DATA FOR REVIEW:
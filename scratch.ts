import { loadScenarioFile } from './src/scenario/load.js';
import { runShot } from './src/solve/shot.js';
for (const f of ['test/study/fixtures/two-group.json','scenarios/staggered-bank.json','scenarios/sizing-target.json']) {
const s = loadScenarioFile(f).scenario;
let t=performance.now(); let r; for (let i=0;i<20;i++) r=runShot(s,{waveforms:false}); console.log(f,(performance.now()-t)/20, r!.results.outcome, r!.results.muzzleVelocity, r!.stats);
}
---
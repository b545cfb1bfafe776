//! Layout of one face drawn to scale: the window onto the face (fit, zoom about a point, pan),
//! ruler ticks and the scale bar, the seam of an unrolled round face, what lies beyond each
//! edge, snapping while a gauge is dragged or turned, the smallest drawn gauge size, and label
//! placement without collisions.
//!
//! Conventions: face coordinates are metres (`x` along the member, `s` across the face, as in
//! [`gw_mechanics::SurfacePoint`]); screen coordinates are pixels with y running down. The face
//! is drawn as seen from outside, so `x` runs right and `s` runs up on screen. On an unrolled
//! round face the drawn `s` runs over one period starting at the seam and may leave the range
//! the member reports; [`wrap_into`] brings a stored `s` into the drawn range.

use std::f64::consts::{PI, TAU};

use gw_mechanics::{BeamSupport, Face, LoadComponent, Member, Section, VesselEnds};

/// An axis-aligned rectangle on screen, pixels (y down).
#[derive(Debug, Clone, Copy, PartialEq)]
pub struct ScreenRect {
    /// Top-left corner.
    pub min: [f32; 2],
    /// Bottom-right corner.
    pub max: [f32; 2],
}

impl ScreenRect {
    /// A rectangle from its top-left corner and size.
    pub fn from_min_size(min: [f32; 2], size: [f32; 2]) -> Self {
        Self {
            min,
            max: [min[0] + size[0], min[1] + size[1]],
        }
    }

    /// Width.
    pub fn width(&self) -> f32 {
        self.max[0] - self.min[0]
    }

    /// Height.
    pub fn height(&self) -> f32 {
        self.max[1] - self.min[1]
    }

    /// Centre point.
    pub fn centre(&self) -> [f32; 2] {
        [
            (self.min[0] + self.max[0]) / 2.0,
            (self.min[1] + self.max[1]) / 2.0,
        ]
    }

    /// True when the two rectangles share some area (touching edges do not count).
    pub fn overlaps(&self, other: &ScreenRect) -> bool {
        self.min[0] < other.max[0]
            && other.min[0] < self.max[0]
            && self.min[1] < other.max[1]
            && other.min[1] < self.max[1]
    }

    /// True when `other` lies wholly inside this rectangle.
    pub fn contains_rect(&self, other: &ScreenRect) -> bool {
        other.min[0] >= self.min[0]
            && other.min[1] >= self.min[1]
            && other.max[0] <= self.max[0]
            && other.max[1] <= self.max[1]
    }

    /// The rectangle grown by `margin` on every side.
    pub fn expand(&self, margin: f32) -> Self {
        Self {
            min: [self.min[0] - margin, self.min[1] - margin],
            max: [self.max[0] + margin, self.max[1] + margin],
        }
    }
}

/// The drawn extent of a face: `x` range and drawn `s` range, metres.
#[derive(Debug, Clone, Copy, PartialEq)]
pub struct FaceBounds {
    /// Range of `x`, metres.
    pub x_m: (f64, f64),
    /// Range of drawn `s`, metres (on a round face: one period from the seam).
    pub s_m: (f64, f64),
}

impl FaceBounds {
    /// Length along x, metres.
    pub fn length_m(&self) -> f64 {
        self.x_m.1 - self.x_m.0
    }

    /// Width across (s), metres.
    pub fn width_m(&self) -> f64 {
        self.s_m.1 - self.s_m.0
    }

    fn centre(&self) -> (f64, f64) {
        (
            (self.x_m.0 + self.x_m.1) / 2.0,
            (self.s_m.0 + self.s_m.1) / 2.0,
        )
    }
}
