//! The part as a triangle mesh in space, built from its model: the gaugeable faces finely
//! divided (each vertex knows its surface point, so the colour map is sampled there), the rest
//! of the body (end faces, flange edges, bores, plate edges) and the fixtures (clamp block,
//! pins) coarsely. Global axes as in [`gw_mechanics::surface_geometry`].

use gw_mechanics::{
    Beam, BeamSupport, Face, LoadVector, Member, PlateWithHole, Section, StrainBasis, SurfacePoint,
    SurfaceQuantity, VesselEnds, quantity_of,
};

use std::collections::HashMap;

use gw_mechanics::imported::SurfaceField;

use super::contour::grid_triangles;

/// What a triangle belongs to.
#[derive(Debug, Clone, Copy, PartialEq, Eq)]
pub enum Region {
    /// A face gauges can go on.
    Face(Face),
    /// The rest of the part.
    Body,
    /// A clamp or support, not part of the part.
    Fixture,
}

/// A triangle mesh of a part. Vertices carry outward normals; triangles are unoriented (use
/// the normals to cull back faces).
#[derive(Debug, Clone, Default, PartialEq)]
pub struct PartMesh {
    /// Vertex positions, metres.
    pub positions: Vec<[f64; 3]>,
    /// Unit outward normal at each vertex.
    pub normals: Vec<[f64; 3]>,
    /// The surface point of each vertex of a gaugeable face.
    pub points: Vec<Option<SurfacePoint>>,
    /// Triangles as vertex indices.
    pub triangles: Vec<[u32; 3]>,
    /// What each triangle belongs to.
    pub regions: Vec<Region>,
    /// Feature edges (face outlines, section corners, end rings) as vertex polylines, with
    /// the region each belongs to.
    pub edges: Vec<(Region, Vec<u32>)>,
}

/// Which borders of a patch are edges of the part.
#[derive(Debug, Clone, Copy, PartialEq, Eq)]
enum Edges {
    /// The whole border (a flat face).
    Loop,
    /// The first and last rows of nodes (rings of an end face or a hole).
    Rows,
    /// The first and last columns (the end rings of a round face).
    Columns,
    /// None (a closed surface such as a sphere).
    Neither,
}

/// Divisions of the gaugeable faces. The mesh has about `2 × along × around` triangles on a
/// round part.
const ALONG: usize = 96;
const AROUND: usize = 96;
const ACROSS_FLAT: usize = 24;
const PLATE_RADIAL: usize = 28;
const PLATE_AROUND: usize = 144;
--
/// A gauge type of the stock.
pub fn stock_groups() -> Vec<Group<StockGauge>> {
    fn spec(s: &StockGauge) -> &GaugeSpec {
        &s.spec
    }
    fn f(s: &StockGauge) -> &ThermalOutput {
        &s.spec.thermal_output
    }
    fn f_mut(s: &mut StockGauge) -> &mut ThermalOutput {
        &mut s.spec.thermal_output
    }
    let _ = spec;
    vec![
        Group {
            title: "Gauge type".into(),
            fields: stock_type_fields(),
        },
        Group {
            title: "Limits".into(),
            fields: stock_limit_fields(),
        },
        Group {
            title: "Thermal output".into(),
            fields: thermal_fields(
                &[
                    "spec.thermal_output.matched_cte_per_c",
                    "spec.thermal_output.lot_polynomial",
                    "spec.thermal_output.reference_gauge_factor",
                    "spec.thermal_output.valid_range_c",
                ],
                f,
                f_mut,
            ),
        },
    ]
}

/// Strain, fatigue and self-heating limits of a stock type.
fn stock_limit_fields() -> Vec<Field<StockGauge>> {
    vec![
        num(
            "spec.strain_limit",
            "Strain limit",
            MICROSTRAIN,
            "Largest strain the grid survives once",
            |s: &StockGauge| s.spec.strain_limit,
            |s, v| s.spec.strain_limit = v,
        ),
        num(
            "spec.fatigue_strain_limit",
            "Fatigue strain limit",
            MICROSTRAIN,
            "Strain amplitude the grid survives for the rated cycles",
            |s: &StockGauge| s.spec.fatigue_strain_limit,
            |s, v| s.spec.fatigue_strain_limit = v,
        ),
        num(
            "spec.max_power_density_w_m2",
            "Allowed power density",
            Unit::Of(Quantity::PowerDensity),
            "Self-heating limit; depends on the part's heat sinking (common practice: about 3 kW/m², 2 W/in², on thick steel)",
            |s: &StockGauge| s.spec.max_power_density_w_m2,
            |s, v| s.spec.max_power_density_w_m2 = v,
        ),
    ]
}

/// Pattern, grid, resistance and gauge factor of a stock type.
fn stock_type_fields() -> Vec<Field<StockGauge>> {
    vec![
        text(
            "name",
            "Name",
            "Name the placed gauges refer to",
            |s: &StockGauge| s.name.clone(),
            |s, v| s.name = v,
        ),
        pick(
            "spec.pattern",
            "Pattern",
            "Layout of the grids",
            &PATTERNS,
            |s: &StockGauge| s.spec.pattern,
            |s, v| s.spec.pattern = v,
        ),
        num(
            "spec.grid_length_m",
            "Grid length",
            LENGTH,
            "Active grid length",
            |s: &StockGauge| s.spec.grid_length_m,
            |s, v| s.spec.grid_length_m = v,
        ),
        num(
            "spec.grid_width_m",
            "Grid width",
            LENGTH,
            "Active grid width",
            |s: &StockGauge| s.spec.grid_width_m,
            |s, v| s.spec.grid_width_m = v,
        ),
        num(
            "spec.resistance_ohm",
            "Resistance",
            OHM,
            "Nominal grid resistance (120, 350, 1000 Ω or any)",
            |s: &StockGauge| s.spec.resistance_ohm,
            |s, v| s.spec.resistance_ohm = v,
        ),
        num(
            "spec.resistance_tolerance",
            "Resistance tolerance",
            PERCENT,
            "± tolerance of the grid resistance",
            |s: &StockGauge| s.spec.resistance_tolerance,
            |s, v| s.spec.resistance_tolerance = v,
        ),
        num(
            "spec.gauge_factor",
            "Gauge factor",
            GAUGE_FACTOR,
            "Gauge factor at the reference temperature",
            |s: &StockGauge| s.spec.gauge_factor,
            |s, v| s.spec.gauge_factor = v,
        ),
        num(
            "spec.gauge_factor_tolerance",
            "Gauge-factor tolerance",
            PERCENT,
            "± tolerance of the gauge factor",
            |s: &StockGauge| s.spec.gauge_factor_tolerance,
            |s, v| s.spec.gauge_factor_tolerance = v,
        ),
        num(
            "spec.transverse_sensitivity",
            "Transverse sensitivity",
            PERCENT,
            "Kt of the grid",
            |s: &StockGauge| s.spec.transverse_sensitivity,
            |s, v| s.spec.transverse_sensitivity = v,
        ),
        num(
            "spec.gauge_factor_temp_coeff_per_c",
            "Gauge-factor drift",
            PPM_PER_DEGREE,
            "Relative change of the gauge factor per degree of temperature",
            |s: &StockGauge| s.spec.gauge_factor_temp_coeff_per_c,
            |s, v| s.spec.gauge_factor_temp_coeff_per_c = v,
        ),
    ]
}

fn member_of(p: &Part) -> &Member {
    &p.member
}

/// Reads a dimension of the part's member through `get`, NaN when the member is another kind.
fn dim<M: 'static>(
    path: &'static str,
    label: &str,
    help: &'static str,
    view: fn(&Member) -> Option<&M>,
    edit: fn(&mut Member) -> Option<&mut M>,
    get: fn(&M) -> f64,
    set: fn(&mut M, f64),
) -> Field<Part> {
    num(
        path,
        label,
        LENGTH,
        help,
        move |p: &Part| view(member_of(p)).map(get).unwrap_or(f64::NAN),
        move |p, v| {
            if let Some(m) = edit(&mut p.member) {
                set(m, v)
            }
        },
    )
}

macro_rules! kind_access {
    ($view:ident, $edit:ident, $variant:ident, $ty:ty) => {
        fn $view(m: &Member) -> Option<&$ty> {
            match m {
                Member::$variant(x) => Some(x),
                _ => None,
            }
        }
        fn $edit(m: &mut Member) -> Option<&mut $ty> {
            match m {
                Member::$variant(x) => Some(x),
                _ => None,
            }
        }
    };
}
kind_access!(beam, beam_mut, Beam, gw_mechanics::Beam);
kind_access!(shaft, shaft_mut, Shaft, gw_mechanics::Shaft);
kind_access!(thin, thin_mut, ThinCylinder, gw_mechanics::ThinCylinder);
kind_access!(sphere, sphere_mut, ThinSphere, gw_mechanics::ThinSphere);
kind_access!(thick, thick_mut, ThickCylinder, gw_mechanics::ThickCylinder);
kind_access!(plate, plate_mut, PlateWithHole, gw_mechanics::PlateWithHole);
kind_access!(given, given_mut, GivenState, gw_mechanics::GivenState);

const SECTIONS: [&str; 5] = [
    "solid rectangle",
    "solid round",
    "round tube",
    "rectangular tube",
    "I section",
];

HOW TO COMPLETE THIS TASK: Where a line of the data holds "SurfacePoint", show that line.

ANSWER SECTION:
//! [`gw_mechanics::SurfacePoint`]); screen coordinates are pixels with y running down. The face
    Beam, BeamSupport, Face, LoadVector, Member, PlateWithHole, Section, StrainBasis, SurfacePoint,
    pub points: Vec<Option<SurfacePoint>>,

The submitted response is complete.